Step 1: Understanding the Concept:
The compound CH₃CH(OH)CH(OH)CH₃ (butane-2,3-diol) contains two identical chiral carbon atoms (C2 and C3). For compounds with identical chiral centers, the number of stereoisomers is calculated using specific symmetry considerations.
Step 2: Key Formula or Approach:
Since the molecule is symmetric (the two chiral centers are attached to identical groups), we use the formula for the total number of stereoisomers:
- Number of optical isomers = \(2^{(n-1)}\) (for active forms) + \(2^{(n/2 - 1)}\) (for meso forms), where \(n\) is the number of chiral centers.
Here, \(n = 2\).
Step 3: Detailed Explanation:
- There are two chiral centers, making the total possible permutations 4 if the ends were different.

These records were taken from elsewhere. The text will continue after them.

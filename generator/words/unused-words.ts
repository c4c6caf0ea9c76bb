import { closest, distance } from 'fastest-levenshtein'
import { faultOf } from '../faults/catalogue.ts'
import type { Fault } from '../faults/fault.ts'
import type { Words } from './words.ts'

/** Where a message of an account's own may be called. */
export interface OwnSources {
  /** Texts of its template, and of what belongs to it. */
  readonly texts: readonly string[]
  /** Names of the charts that can be drawn. */
  readonly charts: readonly string[]
  readonly factors: readonly string[]
}

/** So few letters apart, a name is the other one misspelt. */
const misspelt = 2

/**
 * Own messages that replace none of the house's and that nothing calls: most likely misspelt.
 *
 * The names of charts (`chart-NAME-title`), of the account's own factors (`factor-NAME`, `part-NAME_mix`) and of levels (`level-NAME`) are called by the program.
 */
export function unusedWords(words: Words, sources: OwnSources): readonly Fault[] {
  const { own } = words
  if (own === undefined) return []
  const house = words.keys.filter((key) => !own.added.includes(key))
  return own.added.filter((key) => !isCalled(key, house, sources)).map((key) => (
    faultOf('words-key-unknown', own.places[key] ?? own.place, { key, nearest: closest(key, house) })
  ))
}

function isCalled(key: string, house: readonly string[], { texts, charts, factors }: OwnSources): boolean {
  const named = [
    ...charts.flatMap((name) => ['title', 'alt', 'note'].map((part) => `chart-${name}-${part}`)),
    ...factors.flatMap((name) => [`factor-${name}`, `part-${name}_mix`]),
  ]
  if (named.includes(key)) return true
  if (key.startsWith('level-')) return distance(key, closest(key, [...house])) > misspelt
  // a table's head is called by its column
  const name = key.replace(/^column-/, '').replaceAll('-', '\\-')
  return texts.some((text) => new RegExp(`(?<![\\w-])${name}(?![\\w-])`, 'i').test(text))
}
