import { readFileSync } from 'node:fs'
import { openBrowser } from '../../generator/print/open-browser.ts'
import { print } from '../../generator/print/print.ts'

/*
 * Printing against what the browser alone needs for the same HTML: npx tsx test/bench/print.ts [HTML]
 * Each run opens a browser, prints and closes it, in turn; medians.
 */
const html = readFileSync(process.argv[2] ?? 'demo/skerrow-ferries/review.html', 'utf8')
const runs = 5

async function alone(): Promise<void> {
  const browser = await openBrowser()
  const page = await browser.newPage()
  await page.setContent(html, { waitUntil: 'load' })
  await page.pdf({ preferCSSPageSize: true, printBackground: true, tagged: true, outline: true })
  await browser.close()
}

async function ours(): Promise<void> {
  const browser = await openBrowser()
  await print(html, browser, { title: 'Bench', author: 'Bench', date: '2026-10-31', language: 'en-GB' }, [])
  await browser.close()
}

async function seconds(work: () => Promise<void>): Promise<number> {
  const start = performance.now()
  await work()
  return (performance.now() - start) / 1000
}

const median = (values: readonly number[]) => [...values].sort((a, b) => a - b)[Math.floor(values.length / 2)]

const times: { readonly alone: number; readonly ours: number }[] = []
for (let run = 0; run < runs; run++) times.push({ alone: await seconds(alone), ours: await seconds(ours) })
process.stdout.write(`print ${median(times.map((time) => time.ours)).toFixed(2)} s, the browser alone ${median(times.map((time) => time.alone)).toFixed(2)} s: ` +
  `${median(times.map((time) => time.ours / time.alone)).toFixed(2)} times\n`)
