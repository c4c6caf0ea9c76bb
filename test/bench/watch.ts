import { mkdtempSync, readFileSync, rmSync, writeFileSync } from 'node:fs'
import { cp } from 'node:fs/promises'
import { tmpdir } from 'node:os'
import { join } from 'node:path'
import { findingsSchema } from '../../model/findings/schema.ts'
import { readAccount } from '../../generator/account/read-account.ts'
import { thisProgram } from '../../generator/program/program.ts'
import { keepDrawings } from '../../generator/render/drawings.ts'
import { renderAgain } from '../../generator/watch/render-again.ts'

/*
 * How long a watch takes from an edit to the page: npx tsx test/bench/watch.ts [FINDINGS]
 * The ferry demo's findings, an account with a template and words of its own; medians of ten edits of each kind, after the first rendering.
 */
const findings = findingsSchema.parse(JSON.parse(readFileSync(process.argv[2] ?? 'demo/skerrow-ferries/findings.json', 'utf8')))
const folder = mkdtempSync(join(tmpdir(), 'tareline-bench-'))
await cp('sample-data/skerrow-ferries', folder, { recursive: true })
writeFileSync(join(folder, 'account.yaml'), `${readFileSync(join(folder, 'account.yaml'), 'utf8')}\ntemplate: template.md\nwords: words.yaml\ntheme: theme.yaml\n`)

const edits: readonly (readonly [what: string, file: string, text: (round: number) => string])[] = [
  ['template', 'template.md', (round) => `::house\n\nEdit ${round}.\n`],
  ['words', 'words.yaml', (round) => `opinion-heading: Opinion ${round}\n`],
  ['looks', 'theme.yaml', (round) => `running: { foot: 'Edit ${round}' }\n`],
  ['looks that change every picture', 'theme.yaml', (round) => `colours: { accent: '#0a567${round % 10}' }\n`],
]
for (const [, file, text] of edits) writeFileSync(join(folder, file), text(0))
const [program, drawings] = [thisProgram(), keepDrawings()]
const account = await readAccount(folder)

async function seconds(): Promise<number> {
  const start = performance.now()
  const { html } = await renderAgain(program, account, findings, drawings)
  if (html === null) throw new Error('expected a page')
  drawings.nextRound()
  return (performance.now() - start) / 1000
}

process.stdout.write(`first rendering ${(await seconds()).toFixed(2)} s\n`)
for (const [what, file, text] of edits) {
  const times: number[] = []
  for (let round = 1; round <= 10; round++) {
    writeFileSync(join(folder, file), text(round))
    times.push(await seconds())
  }
  process.stdout.write(`an edit of ${what}: ${[...times].sort((a, b) => a - b)[5].toFixed(2)} s\n`)
}
rmSync(folder, { recursive: true })
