import type { Cell, Column, ColumnKind, Row } from '../tables/table.ts'
import type { FormName } from './forms.ts'
import { write } from './forms.ts'
import { levelLabel, partName } from './labels.ts'
import { interval } from './numbers.ts'
import * as numbers from './numbers.ts'
import type { Words } from './words.ts'

const formOf: Readonly<Record<ColumnKind, FormName>> = {
  text: 'text', date: 'short-date', count: 'count', points: 'points', change: 'change', share: 'share', probability: 'probability-figure', number: 'number',
}

/** Whether a column of the kind can head a row. */
export function isRowLabel(kind: string): boolean {
  return kind === 'text' || kind === 'date'
}

/** Labels of venues by name, for the tables that hold only the name. */
export type Labels = ReadonlyMap<string, string>

/**
 * A value that the findings name by a code, in words: `part-venue_mix`. A value that the catalogue doesn't know is
 * the account's own and stays as it is.
 */
export function valueWord(words: Words, column: string, value: string): string {
  if (column === 'part') return partName(value, words)
  const key = `${column}-${value}`
  return words.has(key) ? words.say(key) : value
}

/** A cell of a table as people read it. */
export function writeCell(column: Column, row: Row, words: Words, labels: Labels): string {
  const value = row[column.key] ?? null
  if (value === null) return words.say('cell-empty')
  if (typeof value === 'boolean') return words.say(value ? 'cell-yes' : 'cell-no')
  if (typeof value === 'number') return String(write(value, formOf[column.kind], words))
  if (column.kind === 'date') return String(write(value, 'short-date', words))
  return writeText(column.key, value, row, words, labels)
}

const driftScale = 'venue_drift.'

/** So many characters tell two files apart where people compare them; the whole fingerprint is in the CSV and the findings. */
const fingerprintShown = 12

function writeText(key: string, value: string, row: Row, words: Words, labels: Labels): string {
  const level = row['venue'] ?? row['level']
  if (key === 'label' && typeof level === 'string') return levelLabel({ label: value, level }, words)
  if (key === 'period') return String(write(value, 'period', words))
  if (key === 'factor') return String(write(value, 'factor', words))
  if (key === 'sha256') return value.slice(0, fingerprintShown)
  if (key === 'venue') return labels.get(value) ?? value
  if (key === 'scale' && value.startsWith(driftScale)) {
    const venue = value.slice(driftScale.length)
    return words.say('scale-venue_drift', { venue: labels.get(venue) ?? venue })
  }
  return key === 'scope' ? labels.get(value) ?? valueWord(words, key, value) : valueWord(words, key, value)
}

/** Two bounds in one cell: `1.2 to 5.0`. */
export function writeBounds(low: Cell, high: Cell, kind: ColumnKind, words: Words): string {
  if (typeof low !== 'number' || typeof high !== 'number') return words.say('cell-empty')
  return interval({ low, high }, kind === 'change' ? numbers.change : kind === 'number' ? numbers.number : numbers.points, words)
}
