/**
 * Text with Intl's narrow and thin spaces (U+202F, U+2009) as no-break spaces: typefaces often lack the first two, and a space that another
 * face supplies tears a figure apart.
 */
export function plainSpaces(text: string): string {
  return text.replace(/[\u202f\u2009]/g, '\u00a0')
}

- Because the ends are identical, the "cis" or "meso" form (\(2R, 3S\)) is identical to the \(2S, 3R\) form due to an internal plane of symmetry.
- The three isomers are:
1. \((2R, 3R)\) - Optically active
2. \((2S, 3S)\) - Optically active (enantiomer of 1)
3. \((2R, 3S)\) - Meso compound (optically inactive)
Step 4: Final Answer:
The total number of stereoisomers is 3.